Friday, October 15, 2021

Saga Of The Swamp Thing - Book One!


So as it turns out, the Swamp Thing stories that had been so carefully crafted by Len Wein and Berni Wrightson and Nestor Redondo and Marty Pasko and Tom Yeates and others as well were the stories of a man who had becomes a plant. The stories told by Alan Moore and Stephen Bissette and John Totleben and others are the stories of a plant who seems to want to be something of a man. No small change that. I have long read of the impact of these stories, stories which supposedly changed the nature of comic book storytelling. I guess so, maybe, but I've never read them  until now. As it turns out I rather like them. 


The first Alan Moore story was drawn by Dan Day and inked by John Totleben (who it turns out was a key player) and it transitions the series away from the science fiction and magic intrigue yarn that Pasko and Yeates had been spinning to a more personal internalized kind of storytelling. We have to reset our players though a bit and some of them leave the board entirely. Liz Tremayne and Dennis Barclay are removed, not to live happily ever after but to live still. The Sunderland Corporation makes its move to kill the Swamp Thing and as it turns out they succeed. 


But they had not counted on the schemes of Jason Woodrue. Woodrue, better known in DC comic book circles as "The Floronic Man" is brought in by Sunderland to dissect the seemingly dead Swamp Thing but it turns out the reports of his demise were incorrect. Woodrue makes the discovery that Swamp Thing is not Alec Holland but a plant (or colony of plants rather) that wish to become Alec Holland. And since he wasn ever alive in that limited human sense, it comes as little surprise to the reader though a dreadful to General Sunderland when the Swamp Thing rises to exact his justice. 

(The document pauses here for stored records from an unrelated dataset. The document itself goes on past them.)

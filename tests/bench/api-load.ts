/**
 * API under load: the production server on 127.0.0.1 (fresh demo database on PGlite), signed in as
 * the demo calibration engineer, driven by autocannon: each read for a fixed time, the saves to a count:
 * GET /api/maps/:id, GET /api/maps/:id/diff?a=1&b=2, and sequential POST /api/maps/:id/revisions
 * with the parent number kept current (one connection). The framework's own ceiling is measured in
 * the same server and run: GET /api/session, a signed-in route with the same session check and no
 * query, run just before and just after the map read; the map read is reported as a share of it.
 */
import autocannon from 'autocannon'
import type { MapTable } from '@/maps'
import { figure, isMain, runStandalone, type BenchResult, type Figure } from './report'
import { signIn, startServer, type BenchServer } from './server'

const BENCH = 'api-load'
const READ_CONNECTIONS = 10
// Reads run for a fixed time: autocannon notices a reached `amount` only on its one-second tick, so a
// capped run's duration (and rate) came out in whole seconds, up to 10 % low.
const READ_S = 10
const SAVE_AMOUNT = 300
const TIME_CAP_S = 15

/** Runs autocannon, stopping it at TIME_CAP_S even when `amount` is not reached (amount overrides duration). */
function cannon(opts: autocannon.Options): Promise<autocannon.Result> {
  return new Promise((resolve, reject) => {
    const inst = autocannon({ timeout: 10, ...opts }, (err, res) => { clearTimeout(cap); if (err) reject(err); else resolve(res) })
    const cap = setTimeout(() => inst.stop(), TIME_CAP_S * 1000)
  })
}

const rps = (r: autocannon.Result) => r['2xx'] / Math.max(r.duration, 1e-3)

function figures(name: string, r: autocannon.Result, targets: { rps?: number; p99: number }): Figure[] {
  const ok = r['2xx']
  const note = `${ok} × 2xx in ${r.duration.toFixed(1)} s${r.non2xx ? `, ${r.non2xx} non-2xx` : ''}${r.errors ? `, ${r.errors} errors` : ''}`
  return [
    figure(BENCH, `${name}: requests/s`, rps(r), 'req/s', targets.rps ? { op: '>=', limit: targets.rps } : undefined, note),
    figure(BENCH, `${name}: p50 latency`, r.latency.p50, 'ms'),
    figure(BENCH, `${name}: p99 latency`, r.latency.p99, 'ms', { op: '<', limit: targets.p99 }),
  ]
}

interface MapSummary { id: number; name: string; kind: string; latestNumber: number | null }

export async function runApiLoad(shared?: BenchServer): Promise<BenchResult> {
  const server = shared ?? (await startServer())
  try {
    const { baseUrl } = server
    const { cookie } = await signIn(baseUrl)
    const headers = { cookie }
    const list = (await (await fetch(`${baseUrl}/api/maps`, { headers })).json()) as { maps: MapSummary[] }
    const map = list.maps.find((m) => m.kind === 'drive' && (m.latestNumber ?? 0) >= 2)
    if (!map) throw new Error('no demo drive map with two revisions')
    const got = (await (await fetch(`${baseUrl}/api/maps/${map.id}`, { headers })).json()) as { latest: { number: number; table: MapTable } }
    const table = got.latest.table
    const readUrl = `${baseUrl}/api/maps/${map.id}`
    const ceilingUrl = `${baseUrl}/api/session`
    const diffUrl = `${baseUrl}/api/maps/${map.id}/diff?a=1&b=2`

    // Warm-up: first requests compile and JIT the route code.
    await cannon({ url: ceilingUrl, headers, connections: 4, amount: 300 })
    await cannon({ url: readUrl, headers, connections: 4, amount: 300 })
    await cannon({ url: diffUrl, headers, connections: 4, amount: 300 })

    const ceilingBefore = await cannon({ url: ceilingUrl, headers, connections: READ_CONNECTIONS, duration: READ_S })
    const read = await cannon({ url: readUrl, headers, connections: READ_CONNECTIONS, duration: READ_S })
    const ceilingAfter = await cannon({ url: ceilingUrl, headers, connections: READ_CONNECTIONS, duration: READ_S })
    const ceilingRps = (rps(ceilingBefore) + rps(ceilingAfter)) / 2
    const diff = await cannon({ url: diffUrl, headers, connections: READ_CONNECTIONS, duration: READ_S })

    // Saves: one connection, each save on top of the previous one; the body is built per request.
    const ctx = { parent: got.latest.number, n: 0 }
    const saveBody = () => {
      ctx.n++
      const values = table.values.map((row, r) => (r === table.values.length - 1 ? row.map((v, c) => (c === 0 ? Math.max(0, v - (ctx.n % 10)) : v)) : row))
      return JSON.stringify({ parentNumber: ctx.parent, message: `Bench save ${ctx.n}`, notes: '', table: { ...table, values } })
    }
    const save = await cannon({
      url: `${baseUrl}/api/maps/${map.id}/revisions`,
      connections: 1,
      amount: SAVE_AMOUNT,
      requests: [{
        method: 'POST',
        setupRequest: (req) => ({ ...req, headers: { ...headers, 'content-type': 'application/json' }, body: saveBody() }),
        onResponse: (status, body) => {
          if (status === 201) ctx.parent = (JSON.parse(body) as { revision: { number: number } }).revision.number
        },
      }],
    })
    return {
      bench: BENCH,
      figures: [
        ...figures(`GET /api/session, the ceiling (${READ_CONNECTIONS} conns, before the map read)`, ceilingBefore, { p99: 20 }),
        ...figures(`GET /api/session, the ceiling (${READ_CONNECTIONS} conns, after the map read)`, ceilingAfter, { p99: 20 }),
        ...figures(`GET /api/maps/:id (${READ_CONNECTIONS} conns)`, read, { rps: 1000, p99: 20 }),
        figure(BENCH, 'GET /api/maps/:id as a share of the ceiling', rps(read) / ceilingRps, 'ratio', { op: '>=', limit: 0.6 }, `against the mean of the two ceiling runs, ${ceilingRps.toFixed(0)} req/s`),
        ...figures(`GET diff a=1 b=2 (${READ_CONNECTIONS} conns)`, diff, { rps: 500, p99: 50 }),
        ...figures('POST revisions (sequential)', save, { p99: 100 }),
      ],
      notes: [`map ${map.id} "${map.name}", ${table.rowAxis.length} × ${table.colAxis.length} cells; server: next start on PGlite`],
    }
  } finally {
    if (!shared) await server.stop()
  }
}

if (isMain(import.meta.url)) void runStandalone(BENCH, () => runApiLoad())
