/**
 * Torque ramp limits: how fast the controller lets the motor torque request rise (tip-in) and fall
 * (tip-out), in N·m/s at the motor shaft, as curves over road speed, with a slower rate through a
 * band around zero torque where the driveline lash is taken up (all three are trade terms). A set
 * carries them as a versioned part beside its drive and regen maps.
 *
 * Representation: speed breakpoints in km/h with at most one decimal, rates in whole N·m/s, the lash
 * band's half-width in whole N·m; so the C header holds them exactly as int32 (speed × 10).
 */
import { z } from 'zod'
import { findInterval } from '../physics/table'

export interface RampLimits {
  /** Road-speed breakpoints, km/h, strictly increasing, 2 … 16 of them. */
  speedKmh: number[]
  /** Largest rise of the torque request per second at each breakpoint, N·m/s (> 0). */
  tipInNmPerS: number[]
  /** Largest fall of the torque request per second at each breakpoint, N·m/s (> 0); into regen too. */
  tipOutNmPerS: number[]
  /** Half-width of the band around zero torque, N·m: while the request is within ±band it moves at the lash rate. */
  lashBandNm: number
  /** Rate through the lash band, N·m/s (> 0), normally well below the tip-in and tip-out rates. */
  lashRateNmPerS: number
}

export const MAX_RAMP_BREAKPOINTS = 16
/** Rates above this are no limit at all for a truck motor (full torque in well under 10 ms). */
export const MAX_RATE_NM_PER_S = 1_000_000

const whole = (label: string, max: number) =>
  z
    .number({ error: `${label} must be a number` })
    .refine(Number.isFinite, `${label} must be finite`)
    .refine(Number.isInteger, `${label} must be a whole number (the controller stores whole units)`)
    .gt(0, `${label} must be greater than 0`)
    .max(max, `${label} must be at most ${max.toLocaleString('en')}`)

const speed = z
  .number({ error: 'Each speed breakpoint must be a number (km/h)' })
  .refine(Number.isFinite, 'Each speed breakpoint must be finite')
  .min(0, 'Speed breakpoints must not be negative')
  .max(250, 'Speed breakpoints must be at most 250 km/h')
  .refine((v) => Math.abs(v * 10 - Math.round(v * 10)) < 1e-9, 'Speed breakpoints take at most one decimal (0.1 km/h)')

/** The shape and every rule that needs no map: the same schema for the form and the API. */
export const rampLimitsSchema = z
  .object({
    speedKmh: z.array(speed).min(2, 'Give at least 2 speed breakpoints').max(MAX_RAMP_BREAKPOINTS, `At most ${MAX_RAMP_BREAKPOINTS} speed breakpoints`),
    tipInNmPerS: z.array(whole('Each tip-in rate (N·m/s)', MAX_RATE_NM_PER_S)),
    tipOutNmPerS: z.array(whole('Each tip-out rate (N·m/s)', MAX_RATE_NM_PER_S)),
    lashBandNm: z
      .number({ error: 'The lash band must be a number (N·m)' })
      .refine(Number.isInteger, 'The lash band must be a whole number of N·m')
      .min(0, 'The lash band must not be negative (0 means no band)')
      .max(100_000, 'The lash band must be at most 100,000 N·m'),
    lashRateNmPerS: whole('The lash-band rate (N·m/s)', MAX_RATE_NM_PER_S),
  })
  .superRefine((r, ctx) => {
    for (let i = 1; i < r.speedKmh.length; i++)
      if (!(r.speedKmh[i] > r.speedKmh[i - 1]))
        ctx.addIssue({ code: 'custom', path: ['speedKmh', i], message: `Speed breakpoint #${i + 1} (${r.speedKmh[i]} km/h) must be above #${i} (${r.speedKmh[i - 1]} km/h)` })
    for (const k of ['tipInNmPerS', 'tipOutNmPerS'] as const)
      if (r[k].length !== r.speedKmh.length)
        ctx.addIssue({ code: 'custom', path: [k], message: `${k === 'tipInNmPerS' ? 'Tip-in' : 'Tip-out'} needs one rate per speed breakpoint: ${r[k].length} rates for ${r.speedKmh.length} breakpoints` })
  })

export type RampLimitsInput = z.input<typeof rampLimitsSchema>

export interface RampFinding {
  severity: 'error' | 'warning'
  field: string
  message: string
}

/**
 * Checks that need the set's maps: the lash band must lie inside the torque range the maps ask for
 * (a band wider than the map's largest torque would slow every request), and the lash rate should
 * be the slowest (a faster rate through the lash is the opposite of its purpose; a warning).
 * `range` is the largest drive torque and the largest regen torque magnitude of the set's maps, N·m.
 */
export function checkRampsAgainstMaps(r: RampLimits, range: { driveMaxNm: number; regenMaxNm: number }): RampFinding[] {
  const out: RampFinding[] = []
  const narrowest = Math.min(range.driveMaxNm > 0 ? range.driveMaxNm : Infinity, range.regenMaxNm > 0 ? range.regenMaxNm : Infinity)
  if (Number.isFinite(narrowest) && r.lashBandNm >= narrowest)
    out.push({ severity: 'error', field: 'lashBandNm', message: `The lash band (±${r.lashBandNm} N·m) must be narrower than the maps' torque range (largest ${range.driveMaxNm} N·m drive, ${range.regenMaxNm} N·m regen)` })
  const slowest = Math.min(...r.tipInNmPerS, ...r.tipOutNmPerS)
  if (r.lashBandNm > 0 && r.lashRateNmPerS > slowest)
    out.push({ severity: 'warning', field: 'lashRateNmPerS', message: `The lash-band rate (${r.lashRateNmPerS} N·m/s) is faster than the slowest tip-in or tip-out rate (${slowest} N·m/s); it normally takes up the lash more gently` })
  return out
}

/** The tip-in and tip-out rates at a road speed, N·m/s (linear between breakpoints, held beyond the ends). */
export function ratesAt(r: RampLimits, speedKmh: number): { tipIn: number; tipOut: number } {
  const xs = r.speedKmh
  const i = findInterval(xs, speedKmh)
  const f = xs.length < 2 ? 0 : Math.min(1, Math.max(0, (speedKmh - xs[i]) / (xs[i + 1] - xs[i])))
  const at = (ys: number[]) => (xs.length < 2 ? ys[0] : ys[i] + f * (ys[i + 1] - ys[i]))
  return { tipIn: at(r.tipInNmPerS), tipOut: at(r.tipOutNmPerS) }
}

/**
 * One controller step: the torque command after `dt` seconds, moving from `current` towards
 * `target` no faster than the ramp allows. Rising uses the tip-in rate, falling the tip-out rate,
 * and the part of the move inside ±lashBandNm the lash rate; the time budget is spent piecewise, so
 * a step that crosses the band edge is exact (not the rate of wherever the step began).
 * @example rampStep(ramps, 0, 2000, 50, 0.01) // 0 + 0.01 s × the lash rate, while inside the band
 */
export function rampStep(r: RampLimits, current: number, target: number, speedKmh: number, dt: number): number {
  if (!(dt > 0) || current === target) return current
  const { tipIn, tipOut } = ratesAt(r, speedKmh)
  const up = target > current
  const outer = up ? tipIn : tipOut
  const band = r.lashBandNm
  const inBand = (x: number) => x > -band && x < band
  let x = current
  let time = dt
  // At most three pieces: outside, through the band, outside again.
  for (let piece = 0; piece < 3 && time > 0 && x !== target; piece++) {
    const rate = band > 0 && (inBand(x) || (up ? x === -band : x === band)) ? r.lashRateNmPerS : outer
    // Where this piece ends: the band edge ahead, or the target.
    let edge = target
    if (band > 0) {
      if (up && x < -band) edge = Math.min(target, -band)
      else if (up && x < band) edge = Math.min(target, band)
      else if (!up && x > band) edge = Math.max(target, band)
      else if (!up && x > -band) edge = Math.max(target, -band)
    }
    const need = Math.abs(edge - x) / rate
    if (need >= time) return x + (up ? 1 : -1) * rate * time
    x = edge
    time -= need
  }
  return x
}

/**
 * A whole request trace through the limiter: `request[i]` at `speedKmh[i]` every `dt` seconds,
 * starting from `start` (the command held before the trace). Returns the commands.
 */
export function rampTrace(r: RampLimits, request: readonly number[], speedKmh: readonly number[] | number, dt: number, start = request[0] ?? 0): number[] {
  const out = new Array<number>(request.length)
  let c = start
  for (let i = 0; i < request.length; i++) {
    c = rampStep(r, c, request[i], typeof speedKmh === 'number' ? speedKmh : speedKmh[i], dt)
    out[i] = c
  }
  return out
}

/**
 * Starting ramp limits for a program, scaled to its motor: tip-in reaches peak torque in about
 * 0.5 s at low speed and 0.3 s above 30 km/h, tip-out in about 0.25 s, and the lash band is 3 % of
 * peak torque crossed at a tenth of the slowest rate. Common practice as a first guess to tune from,
 * not a recommendation for any vehicle.
 */
export function starterRamps(motorPeakTorqueNm: number): RampLimits {
  const t = Math.max(1, Math.round(motorPeakTorqueNm))
  const r = (x: number) => Math.max(1, Math.round(x / 10) * 10)
  const tipIn = [r(t / 0.5), r(t / 0.4), r(t / 0.3), r(t / 0.3)]
  const tipOut = [r(t / 0.25), r(t / 0.25), r(t / 0.25), r(t / 0.25)]
  return { speedKmh: [0, 10, 30, 80], tipInNmPerS: tipIn, tipOutNmPerS: tipOut, lashBandNm: Math.max(1, Math.round(t * 0.03)), lashRateNmPerS: r(Math.min(...tipIn) / 10) }
}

Woodrue's plans though continue as he heads to the swamps to seek his solace in the plant world. He wants to be as the Swamp Thing is, but his self-loathing as a human (at least in part) means that he wants to gain some measure of control of "The Green", the inchoate world of plants and using them shuffle off the human race from the planet Earth. Meanwhile Abigail Arcane becomes enmeshed in his schemes even as Matt Cable slips further and further from the world as we know it. 


Woodrue's plan is to isolate human beings behind impermeable barriers of plants and then have those plants oversaturate the environment with oxygen, oxygen which will all readily catch flame. He wants to burn out the human race altogether. It's a dreadful scheme and only Swamp Thing is in a position to confront the villain. 

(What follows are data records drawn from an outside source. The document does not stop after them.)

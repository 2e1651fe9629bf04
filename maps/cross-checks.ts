/**
 * Checks across the two maps of a set, which neither map's own validation can see. Pure.
 * Regen values are braking magnitudes (≥ 0); drive values are drive torque requests.
 */
import { lookup } from './lookup'
import type { MapTable } from './table'

export interface CrossCheck {
  id: 'lift-off-overlap' | 'lift-off-gap' | 'speed-coverage'
  severity: 'warning' | 'note'
  message: string
  /** Road speeds the check concerns, km/h. */
  speedsKmh: number[]
}

const round = (x: number, d = 1) => Math.round(x * 10 ** d) / 10 ** d
const speeds = (a: MapTable, b: MapTable) => [...new Set([...a.colAxis, ...b.colAxis])].sort((x, y) => x - y)

/**
 * What happens when the driver lifts off, as the two maps say it: the drive map at 0 % pedal and
 * the regen map's lift-off row (0 % brake pedal). Both asking for torque at one speed means the
 * controller adds a drive request to a regen request; neither asking at speed means the truck
 * coasts with no engine braking where the engineer may expect it.
 * @example crossChecks(drive, regen).map((c) => c.id) // ['lift-off-overlap']
 */
export function crossChecks(drive: MapTable, regen: MapTable): CrossCheck[] {
  const out: CrossCheck[] = []
  const all = speeds(drive, regen)
  const both = all.filter((v) => lookup(drive, 0, v) > 0.5 && lookup(regen, 0, v) > 0.5)
  if (both.length)
    out.push({
      id: 'lift-off-overlap',
      severity: 'warning',
      message: `At lift-off both maps ask for torque at ${both.map((v) => `${round(v)} km/h`).join(', ')}: the drive map at 0 % pedal (up to ${round(Math.max(...both.map((v) => lookup(drive, 0, v))))} N·m) and the regen lift-off row (up to ${round(Math.max(...both.map((v) => lookup(regen, 0, v))))} N·m) work against each other`,
      speedsKmh: both,
    })
  // Above walking pace a lift-off that neither drives nor brakes is worth a look (creep ends, regen has not begun).
  const none = all.filter((v) => v >= 10 && lookup(drive, 0, v) <= 0.5 && lookup(regen, 0, v) <= 0.5)
  if (none.length)
    out.push({
      id: 'lift-off-gap',
      severity: 'note',
      message: `At lift-off neither map asks for torque at ${none.map((v) => `${round(v)} km/h`).join(', ')}: the truck coasts there with no regen`,
      speedsKmh: none,
    })
  const dMax = drive.colAxis[drive.colAxis.length - 1]
  const rMax = regen.colAxis[regen.colAxis.length - 1]
  if (dMax !== rMax)
    out.push({
      id: 'speed-coverage',
      severity: 'note',
      message: `The speed axes end at different speeds (drive ${round(dMax)} km/h, regen ${round(rMax)} km/h): above ${round(Math.min(dMax, rMax))} km/h the ${dMax < rMax ? 'drive' : 'regen'} map holds its last column`,
      speedsKmh: [Math.min(dMax, rMax)],
    })
  return out
}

Even the stalwart Justice League is at a loss to know what to do as they watch helpless from their satellite as the world is covered and oxygenated. The analyze but are shown to be incapable of finding a successful course of action. The world is doomed until Swamp Thing reveals to Woodrue how little he knows of "The Green" after all. The story ends with Swamp Thing coming into full bloom in the understanding of his role on the planet. Tom Yeates has continued to provide covers for the series, but as elegant as his art is, it doesn't properly advertise the strangeness beneath those covers. 


As the friendship between Abigail Arcane and Swamp Thing deepens, Matt Cable is lost utterly to demons he has little control over. He has a power which he abuses and then something changes inside him. All this and the arrival of Jason Blood, the Demon as well mark the beginning of a trio of truly terrifying tales which will involve autistic children who have peculiar insights into the dangerous world all around us. The look of the comic becomes more fluid with Bissette and Totleben handling the covers at last as Karen Berger takes over the editorial reins on the comic. 


The Demon comes to fend off a monstrous "Monkey King" wo has slipped into our universe and is ravaging the lives and souls of men and women and children. The Demon who has come to fight this evil is a powerful but sour creature, a hero from Hell who spouts poetry and is all too ready to kill. Swamp Thing rises up to stand both with and against this Demon. 


As the Demon and Swamp Thing find a way to end the threat of the Monkey King, Matt Cable loses control and after a horrific car crash becomes something utterly terrible and terrifying. The horror that Alan Moore has promised will grow even more grotesque and ugly. But that's next time. One word about the artwork by Stephen Bissette and John Totelben in these issues, it's simply magnificent. I've been a Bissette fan for many years, finding him in his post-Swamp Thing phase on his Indy comic Tyrant. His essays in sundry places about monsters and such are always ripe with information and teeming with insights. And I've learned that Totleben, an artist I'm little familiar with was very much an important player in this creation. Great stuff, potent and compelling and there is much much more to come.